= HLA-DR7 =

human major histocompatibility complex, class II, DR7
| Haplotypes groups | DQA*01:DRB1*0701 |
Structure (See HLA-DR)
| Identifiers | alpha *01:01 |
| Symbol(s) | HLA-DRA |
| EBI-HLA | DRA*01:01 |
| Identifiers | beta 1 *07:01 |
| Symbol(s) | HLA-DRB1 |
| EBI-HLA | DRB1*07:01 |
Shared data
| Locus | chr.6 6p21.31 |

HLA-DR7 (DR7) is a HLA-DR serotype that recognizes the DRB1*0701 to *0705 gene products.

==Serology==
DR7 serological recognition of the gene products of some DRB1*07 alleles
| DRB1* | DR7 | Sample |
| allele | % | size (N) |
| 0701 | 99 | 7390 |
| 0704 | >30% | 1 |

The serological reaction of DR7 is excellent for *0701. The serology of *0703 to *0705 to *0709, and *0711 to *0714 serotypes is unknown.
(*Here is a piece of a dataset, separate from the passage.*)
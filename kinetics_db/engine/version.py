"""The version of what the engine computes. Raise it when a stored fit would come out with other numbers."""

ENGINE_VERSION = "0.1.0"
DRB1*0710N is a null allele. DRB1*0702 nomenclature has been deleted.

==Disease associations==

===By serotype===
DR7 is positively associated with psoriasis vulgaris.

===By Allele group===
DRB1*07 is linked to T. cruzi infection with cardiomyopathy (also called Chaga's cardiomyopathy).

===By extended haplotype===
DR7:DQA1*0201:DQB1*0202 is associated with Graves' disease.
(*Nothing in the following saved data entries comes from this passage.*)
"""A project with ten thousand runs and a thousand fits, in which every list has more rows than a page."""

from __future__ import annotations

import itertools
from collections.abc import Callable
from dataclasses import dataclass, field
from datetime import timedelta
from typing import Any, TypeVar

from django.db import connection
from django.db.models import Model
from django.utils import timezone

from kinetics_db.accounts.models import AccessToken, User
from kinetics_db.datasets.models import Dataset, DatasetItem
from kinetics_db.datasets.services import freeze_dataset
from kinetics_db.engine.fitting.problem import Constant
from kinetics_db.evidence.models import ModelEvidence, RunEvidence
from kinetics_db.fits.models import Fit, FitResult
from kinetics_db.fits.services import request_fit
from kinetics_db.jobs.models import Job
from kinetics_db.materials.services import Portion, enter_lot, make_up_stock
from kinetics_db.measurements.models import ConcentrationTable
from kinetics_db.mechanisms.models import Mechanism, MechanismVersion
from kinetics_db.mechanisms.services import write_version
from kinetics_db.projects.models import Membership, Project
from kinetics_db.runs.entry import Amount
from kinetics_db.runs.models import Run
from kinetics_db.runs.selectors import latest_revisions
from tests.factories.flow import compute_now, make_reported_table, make_run
from tests.factories.many import make_many_runs
from tests.factories.people import make_project, make_user
from tests.factories.small import decay_file
from tests.factories.tokens import make_token

RUNS, TABLES = 10_000, 500
MECHANISMS, VERSIONS, IN_DATASET = 50, 20, 50
IN_FIT = 35
MORE = 60
"""Rows of every other list: more than a page of 50."""

M = TypeVar("M", bound=Model)


@dataclass
class World:
    """The large project, its owner's token, and records by the names that addresses use."""

    owner: User
    project: Project
    secret: str
    keys: dict[str, object] = field(default_factory=dict)


def make_world() -> World:
    """Runs and fits in bulk; one record of each other kind by the services, and many like it."""
    owner = make_user("mira")
    project = make_project(owner, slug="big")
    runs = make_many_runs(owner, project.pk, RUNS, tables=TABLES)
    _make_many_fits(project, runs[:IN_DATASET])
    world = World(owner, project, make_token(owner, scope="write")[1])
    world.keys["slug"] = project.slug
    _make_people_and_projects(world)
    _make_materials(world)
    _make_full_run(world)
    _make_fit(world, runs[:IN_FIT])
    with connection.cursor() as cursor:
        cursor.execute("ANALYZE")
    connection.check_constraints()  # here, once: else the end of each test would check every row again
    return world


def clones(row: M, many: int, /, **changed: Callable[[int], Any]) -> list[M]:
    """Many rows like one, but for what is made from their numbers 2, 3, ..."""
    fields = [f for f in row._meta.concrete_fields if not f.primary_key]
    same = {f.attname: getattr(row, f.attname) for f in fields}
    numbers = range(2, many + 2)
    made = [type(row)(**same | {name: make(i) for name, make in changed.items()}) for i in numbers]
    return type(row)._default_manager.bulk_create(made)


def _make_people_and_projects(world: World) -> None:
    owner, digests = world.owner, itertools.count()
    people = clones(make_user("person"), MORE, username=lambda i: f"person {i:03d}")
    Membership.objects.bulk_create(
        Membership(project=world.project, user=person, role="reader") for person in people
    )
    others = clones(world.project, MORE, slug=lambda i: f"other-{i:03d}", name=lambda i: f"Study {i}")
    Membership.objects.bulk_create(Membership(project=other, user=owner, role="owner") for other in others)
    now = timezone.now()
    AccessToken.objects.bulk_create(
        AccessToken(
            user=owner,
            name=f"token {i:03d}",
            digest=f"{next(digests):064d}",
            start="rw_invented",
            scope="read",
            created=now,
            expires=now + timedelta(days=90),
        )
        for i in range(MORE)
    )


def _make_materials(world: World) -> None:
    """Compounds, lots and stocks, each with one revision, like 'A' and what is made from it."""
    to: dict[str, Any] = {"user": world.owner, "project_id": world.project.pk}
    lot = enter_lot(**to, code="L 1", compound="A", purity=0.98, purity_uncertainty=0.005)
    portions = [Portion(1.0, "g", lot="L 1", uncertainty=0.001), Portion(0.5, "g", compound="B")]
    stock = make_up_stock(**to, code="S 1", volume=(100.0, "mL"), volume_uncertainty=0.1, portions=portions)
    compound = lot.compound_revision
    named = (
        (compound, "compound", "name", "compound"),
        (lot, "lot", "code", "lot"),
        (stock, "stock", "code", "stock"),
    )
    for revision, kind, called, word in named:
        rows = clones(getattr(revision, kind), MORE, **{called: lambda i, word=word: f"{word} {i:03d}"})
        clones(revision, MORE, **{f"{kind}_id": lambda i, rows=rows: rows[i - 2].pk})


def _make_full_run(world: World) -> None:
    """A run with many revisions, files, signal tables and concentration tables."""
    owner = world.owner
    run = make_run(owner, world.project.pk, "FULL", {"A": Amount(10, "mM", 0.1)})
    table = make_reported_table(owner, run, decay_file(10.0, 0.01, seed=1), {"A": "A", "B": "B"})
    revision = run.revisions.get()
    revisions = clones(revision, MORE, number=lambda i: i, digest=lambda i: f"{i:064d}")
    clones(revision.charges.get(), MORE, revision_id=lambda i: revisions[i - 2].pk)
    Run.objects.filter(pk=run.pk).update(latest_number=MORE + 1)
    files = clones(table.signal_table.file, MORE, name=lambda i: f"file {i:03d}.csv")
    signals = clones(table.signal_table, MORE, file_id=lambda i: files[i - 2].pk)
    clones(table, MORE, number=lambda i: i, signal_table_id=lambda i: signals[i - 2].pk)
    world.keys |= {
        "run_id": run.pk,
        "number": 1,
        "file_id": table.signal_table.file_id,
        "signal_table_id": table.signal_table_id,
        "table_id": table.pk,
    }


def _make_fit(world: World, runs: list[Run]) -> None:
    """A dataset of 35 runs with a computed fit, and many datasets and versions like those."""
    to: dict[str, Any] = {"user": world.owner, "project_id": world.project.pk}
    tables = ConcentrationTable.objects.filter(run__in=runs).order_by("run__code")
    ids = list(tables.values_list("pk", flat=True))
    dataset = freeze_dataset(**to, name="computed", table_ids=ids)
    clones(dataset, MORE, number=lambda i: i, digest=lambda i: f"{i:064d}")
    version = write_version(**to, name="decay", text="A --k--> B")
    constant = Constant("k", start=1e-3, scope="in a group", group_by="temperature")
    fit = request_fit(user=world.owner, dataset=dataset, mechanism_version=version, constants=[constant])
    compute_now(fit)
    clones(version, MORE, number=lambda i: i, digest=lambda i: f"{i:064d}")
    ideas = clones(version.mechanism, MORE, name=lambda i: f"idea {i:03d}")
    clones(version, MORE, mechanism_id=lambda i: ideas[i - 2].pk)
    world.keys |= {
        "dataset_id": dataset.pk,
        "mechanism_id": version.mechanism_id,
        "version_id": version.pk,
        "fit_id": fit.pk,
        "position": 1,
        "form": "parquet",
    }


def _make_many_fits(project: Project, runs: list[Run]) -> None:
    """Every mechanism in every version fitted to one dataset, with a verdict on each of its runs."""
    user = project.created_by
    made = {"created_by": user, "canonical": b"{}"}
    (dataset,) = Dataset.objects.bulk_create(
        [Dataset(project=project, name="all", number=1, basis="mol/L", digest="d", **made)]
    )
    tables = list(ConcentrationTable.objects.filter(run__in=runs).order_by("run__code"))
    revisions = latest_revisions([run.pk for run in runs])
    DatasetItem.objects.bulk_create(
        DatasetItem(dataset=dataset, order=i, run_revision=revisions[table.run_id], table=table)
        for i, table in enumerate(tables)
    )
    mechanisms = Mechanism.objects.bulk_create(
        Mechanism(project=project, name=f"mechanism {i:03d}") for i in range(MECHANISMS)
    )
    versions = MechanismVersion.objects.bulk_create(
        MechanismVersion(mechanism=m, number=n, text="A --k--> B", digest=f"{m.pk}-{n}", **made)
        for n in range(1, VERSIONS + 1)
        for m in mechanisms
    )
    fits = Fit.objects.bulk_create(
        Fit(
            project=project, dataset=dataset, mechanism_version=v, engine_version="0", digest=v.digest, **made
        )
        for v in versions
    )
    now = timezone.now()
    Job.objects.bulk_create(
        Job(kind="fit", subject_id=fit.pk, state="done", requested_by=user, finished=now) for fit in fits
    )
    results = FitResult.objects.bulk_create(
        FitResult(fit=fit, attempt=1, status="converged", cost=1.0, seconds=1.0, digest=fit.digest, **made)
        for fit in fits
    )
    evidence = ModelEvidence.objects.bulk_create(
        ModelEvidence(result=r, aicc=float(i), bic=0.0, data_key="k", digest=r.digest, **made)
        for i, r in enumerate(results)
    )
    _judge_every_run(evidence, dataset)


def _judge_every_run(evidence: list[ModelEvidence], dataset: Dataset) -> None:
    """Fifty thousand verdicts, which the database itself makes in a moment."""
    verdicts, items = RunEvidence._meta.db_table, DatasetItem._meta.db_table
    with connection.cursor() as cursor:
        cursor.execute(
            f"INSERT INTO {verdicts} (evidence_id, run_revision_id, table_id, verdict, observable, pull_name) "
            f"SELECT e.id, i.run_revision_id, i.table_id, 'agrees', 'A', '' "
            f"FROM unnest(%s::bigint[]) AS e(id) CROSS JOIN {items} i WHERE i.dataset_id = %s",
            [[row.pk for row in evidence], dataset.pk],
        )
DR7-DQ2/DR5-DQ7 phenotype (transhaplotype encoded isoform DQα^{5}β^{2}) is the primary risk DQ isoform in celiac disease. DR7-DQ2/DR5-DQ7 (/DR11-DQ7 or /DR12-DQ7) is a clarifying identifier for the at risk transhaplotype.

DR53-DR7 may be associated with sclerosis/lupus associated anti-apolipoprotein antibodies.

==Genetic linkage==
DR7 Haplotypes
| Serotypes | DRA | DRB1 | DRB4 | |
| DR7-DR53 | *0101 | *0701 | *01 | |
| Serotypes | DQA1 | DQB1 | DRB1 | |
| DR7-DQ2 (2.2) | *0201 | *0202 | *0701 | |
| DR7-DQ9 (9.2, 3) | *0201 | *0303 | *0701 | |
| Serotypes | HLA-A | HLA-C | HLA-B | DRB1 |
| A29(19)-Cw16-B44(16)-DR7 | *2902 | *1601 | *4403 | *0701 |
| A30(19)-Cw6-B13-DR7 | *3001 | *0602 | *1302 | *0701 |
| A33(19)-Cw7-B44(16)-DR7 | *3301 | *0701 | *4403 | *0701 |

HLA-DR7 is genetically linked HLA-DR53, and is linked to DQ2 serotypes. There are a few interesting genetics with DR7. The A29-Cw16-B44-DR7-DQ2 haplotype is in strong linkage disequilibrium particularly in Northwestern Europe. The highest frequencies tend to be coastal countries along the Atlantic. The Cw16 allele is undoubtedly derived from Western Africa the diversity and frequency of Cw16 declines away from the along the Greenwich longitudinal line. The level of linkage disequilibration about Cw16 postulates a recent arrival from Africa, and indicates a substantial contribution as far north as Ireland. The A33-Cw7-B44-DR7 offers the same scenario. This haplotype is found in Korea but not Japan, in fact Japan is an antinode of DR7. The most frequent A-B-DR-DQ haplotypes in Korea are found at ~3/4 the Korean frequencies in Japan, except A33-Cw7-B44-DR7-DQ2, which indicates that DR7 likely spread into Korea after the Japan's Yayoi migration when most of the Korean contribution occurred. Similarities with Mongol genes suggest that Central and East- Central Asian are the likely source, confirmed by the fact the haplotype is found in Pakistan, China and India. There is the possibility that this haplotype is a recent (Holocene) arrival from Africa or the Middle East to Central Asia as this best explains the alleles within the haplotype. The A19 (A29, A30, A31, A32, A33, A74) serotypes are very much enriched in sub-saharan and Western Africa, including Iberia, and disequilibrated components of DR7 show a tendency to be linked to A19 serotypes.